All das ist gelinde gesagt nichts weiter als Sandkastenspiele der DGAP-Sicherheitsexperten. Nun ja, die neue Generation muss offenbar erst immer vom Neuen all das lernen, was die vorangegangene Generation des „Kalten Krieges“ schon längst gewusst hat. Sie müssen sich nur beeilen und sehr schnell lernen, um nicht ganz Europa in Flammen aufgehen zu lassen. Wen wollen sie denn mit ihrer Abschreckungsstrategie im Nuklearzeitalter „abschrecken“? Die nukleare Supermacht Russland?

Helmut Schmidt hielt bereits 1965 die sog. „glaubhafte Abschreckung“ für dummes Zeug und leeres Gerede.

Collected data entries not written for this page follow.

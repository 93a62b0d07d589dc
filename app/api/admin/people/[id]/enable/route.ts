import { z } from 'zod';
import { Uuid } from '@/lib/entries/schema';
import { handler, json, route } from '@/lib/http/handler';
import { enablePerson, lockPerson } from '@/lib/people/admin';
import { Person } from '@/lib/people/schema';

export const { GET, HEAD, POST, PUT, PATCH, DELETE, OPTIONS } = route({
  POST: handler(
    {
      as: 'admin',
      summary: 'Open a disabled account again',
      params: z.object({ id: Uuid }),
      output: Person,
      find: ({ db, params }) => lockPerson(db, params.id),
    },
    async ({ db, subject, audit }) => {
      if (!subject.disabled) return json(subject);
      const person = await enablePerson(db, subject);
      await audit({ action: 'person.enable', subject: { kind: 'person', id: person.id } });
      return json(person);
    },
  ),
});
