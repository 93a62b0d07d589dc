import { describe, expect, it } from 'vitest';
import { differences } from '@/components/entry/editor/differences';
import { formFrom } from '@/components/entry/editor/form';
import { localCopies, type LocalCopy } from '@/components/entry/editor/local-copy';
import { fieldOf, withIds } from '@/components/entry/editor/paths';
import { openingOf } from '@/components/entry/editor/resume';
import { content, cut, ENTRY, OTHER_READING, reading, READING, viewOf } from './factories';

class Shelf implements Storage {
  private readonly held = new Map<string, string>();
  constructor(private readonly room = 1e6) {}
  get length() {
    return this.held.size;
  }
  key = (index: number) => [...this.held.keys()][index] ?? null;
  getItem = (key: string) => this.held.get(key) ?? null;
  removeItem = (key: string) => void this.held.delete(key);
  clear = () => this.held.clear();
  setItem = (key: string, value: string) => {
    if (value.length > this.room) throw new DOMException('full', 'QuotaExceededError');
    this.held.set(key, value);
  };
}

function copyOf(change: Partial<LocalCopy> = {}): LocalCopy {
  const kept = change.content ?? content({ title: 'Mine' });
  return {
    version: 1,
    at: 1,
    revision: 3,
    form: formFrom(kept, 'metric'),
    doc: kept.doc,
    content: kept,
    sent: [],
    ...change,
  };
}

describe('the copy on the device', () => {
  it('is one person’s and one entry’s', () => {
    const shelf = new Shelf();
    expect(localCopies('ines', shelf).write(ENTRY, copyOf())).toBe(true);
    expect(localCopies('ines', shelf).read(ENTRY)).toEqual(copyOf());
    expect(localCopies('tomas', shelf).read(ENTRY)).toBeNull();
    localCopies('ines', shelf).remove(ENTRY);
    expect(localCopies('ines', shelf).read(ENTRY)).toBeNull();
  });

  it('says so where the device is full, forbids it or holds rubbish, and throws nothing', () => {
    expect(localCopies('ines', new Shelf(10)).write(ENTRY, copyOf())).toBe(false);
    expect(localCopies('ines', null).write(ENTRY, copyOf())).toBe(false);
    expect(localCopies('ines', null).newestUnmade()).toBeNull();
    const shelf = new Shelf();
    shelf.setItem(`aftercut:entry:ines:${ENTRY}`, '{"version":');
    expect(localCopies('ines', shelf).read(ENTRY)).toBeNull();
  });

  it('finds the newest entry that no server has heard of', () => {
    const copies = localCopies('ines', new Shelf());
    copies.write('a', copyOf({ revision: null, at: 1 }));
    copies.write('b', copyOf({ revision: null, at: 9 }));
    copies.write('c', copyOf({ revision: 4, at: 20 }));
    expect(copies.newestUnmade()).toBe('b');
  });
});

describe('opening an entry', () => {
  const stored = content({ title: 'Stored' });

  it('without a copy on the device it is what is stored', () => {
    expect(openingOf(viewOf(stored, 3), null)).toEqual({ from: 'stored' });
  });

  it('a copy written over the same revision goes on', () => {
    const copy = copyOf();
    expect(openingOf(viewOf(stored, 3), copy)).toEqual({ from: 'device', copy, theirs: null });
  });

  it('a copy that arrived after all is done with', () => {
    expect(openingOf(viewOf(content({ title: 'Mine' }), 4), copyOf())).toEqual({ from: 'stored' });
  });

  it('a copy whose earlier half arrived goes on from there', () => {
    const copy = copyOf({ sent: [stored] });
    expect(openingOf(viewOf(stored, 4), copy)).toEqual({ from: 'device', copy, theirs: null });
  });

  it('a copy that the stored one moved away from shows both', () => {
    expect(openingOf(viewOf(stored, 4), copyOf())).toMatchObject({
      from: 'device',
      theirs: { title: 'Stored' },
    });
  });

  it('an entry that never reached a server opens from the device', () => {
    expect(openingOf(null, copyOf({ revision: null }))).toMatchObject({ from: 'device', theirs: null });
  });
});

describe('two versions side by side', () => {
  const names = { units: 'metric' as const, nameOf: (id: string) => (id === 'ficus-carica' ? 'fig' : id) };

  it('names every field that differs, in words and in the reader’s units', () => {
    const mine = content({
      species: 'ficus-carica',
      cut: cut({ severity: 0.4, removedLength: 1.2 }),
      readings: [reading({ longestShoot: 0.31 }), reading({ id: OTHER_READING, counts: [1] })],
      doc: { type: 'doc', content: [{ type: 'paragraph', content: [{ type: 'text', text: 'Mine' }] }] },
    });
    const theirs = content({
      cut: cut({ severity: 0.5, removedLength: 1.2 }),
      readings: [reading({ longestShoot: 0.4 })],
    });
    expect(differences(mine, theirs, names)).toEqual([
      { path: 'species', name: 'Species', mine: 'fig', theirs: 'not said' },
      { path: 'cut.severity', name: 'How much came off', mine: 'two fifths (0.4)', theirs: 'half (0.5)' },
      {
        path: `readings.${READING}.longestShoot`,
        name: 'Reading 1, longest shoot',
        mine: '31 cm',
        theirs: '40 cm',
      },
      {
        path: `readings.${OTHER_READING}`,
        name: 'Reading 2',
        mine: '28 April 2026, 1 (1 on 1 branch)',
        theirs: 'not there',
      },
      { path: 'doc', name: 'The prose', mine: 'Mine', theirs: 'empty' },
    ]);
  });

  it('finds none between a version and itself', () => {
    const same = content({ readings: [reading()] });
    expect(differences(same, same, names)).toEqual([]);
  });
});

describe('an error finds its field', () => {
  it('whichever way its path is written, by the reading’s id', () => {
    const sent = content({ readings: [reading({ id: OTHER_READING }), reading()] });
    const paths = [
      'readings.1.counts.2',
      'readings[1].counts[2]',
      '/readings/1/counts/2',
      'cut.tip',
      'readings',
    ];
    const found = withIds(
      paths.map((path) => ({ path, message: 'x' })),
      sent,
    ).map(({ path }) => fieldOf(path));
    const counts = `readings.${READING}.counts`;
    expect(found).toEqual([counts, counts, counts, 'cut.tip', 'readings']);
  });
});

Wörtlich schrieb er: „Ich habe leider noch immer den Eindruck, dass in weiten Kreisen führender Politiker und Militärs der Bundesrepublik die recht primitive Auffassung vertreten wird, die Abschreckung müsse unter allen Umständen funktionieren, und daher sei eine Abschreckungskonzeption ausreichend, die auf einem frühzeitigen Einsatz nuklearer Waffen beruht. Ich habe schon seit langem darauf hingewiesen, dass diese Auffassung irrig ist.“8

Nein, beim konventionellen Krieg wird eine militärische Konfrontation zwischen Russland und der Nato nicht bleiben und schneller, als unsere „Strategen“ nur ahnen, in einen nuklearen Schlagabtausch ausarten. Und dann? Dann ist es zu spät, sich daran zu erinnern, was John Harvey Wheeler (1918 – 2004) einst inmitten des „Kalten Krieges“ sarkastisch anmerkte: „Wenn einer siegt, sind beide am Ende“.9

Die Abschreckungsstrategie folgt der Logik der Konfrontation und des Krieges – eines Vernichtungskrieges. Sie ist auf dem Holzweg. Allein eine neue Friedens- und Sicherheitsarchitektur in Europa, welche die vitalen Sicherheitsinteressen Russlands anerkennt, ist die einzig brauchbare sicherheitspolitische Zukunftsvision und heute das Gebot der Stunde. Aber genau das hat man in der DGAP-Studie vermissen lassen.

Anmerkungen

1. Näheres dazu Silnizki, M., Dreißig Jahre Nato-Expansion. Zur Vorgeschichte des Ukrainekonflikts.
2. Näheres dazu Silnizki, M., Geoökonomie der Transformation in Russland. Gajdar und die Folgen. Berlin
2020.
3. Vgl. Silnizki (wie Anm. 1).
4. Näheres dazu Silnizki, M., Im Kriegsjahr 2022. Entstehungsjahr eines nachhegemonialen Zeitalters? 3. Mai
2022, www.ontopraxiologie.de.
5. Ruehl, L., Machtpolitik und Friedensstrategie. Hamburg 1974, 315.
6. Zitiert nach Deschner, K., Der Moloch. „Sprecht sanft und tragt immer einen Knüppel bei euch!“. Zur
Amerikanisierung der Welt. Stuttgart und Wien 1992, 283.
7. Zitiert nach Silnizki, M., „The Global Zeitenwende“. Russlandbild des Bundeskanzlers. 20. Dezember
2022, www.ontopraxiologie.de.
8. Schmidt, H., Einleitung, in: Kahn, H., Eskalation. Die Politik mit der Vernichtungsspirale. Berlin 1965, 24. 9. Zitiert nach Arendt, H., Macht und Gewalt. München Zürich 1985, 7.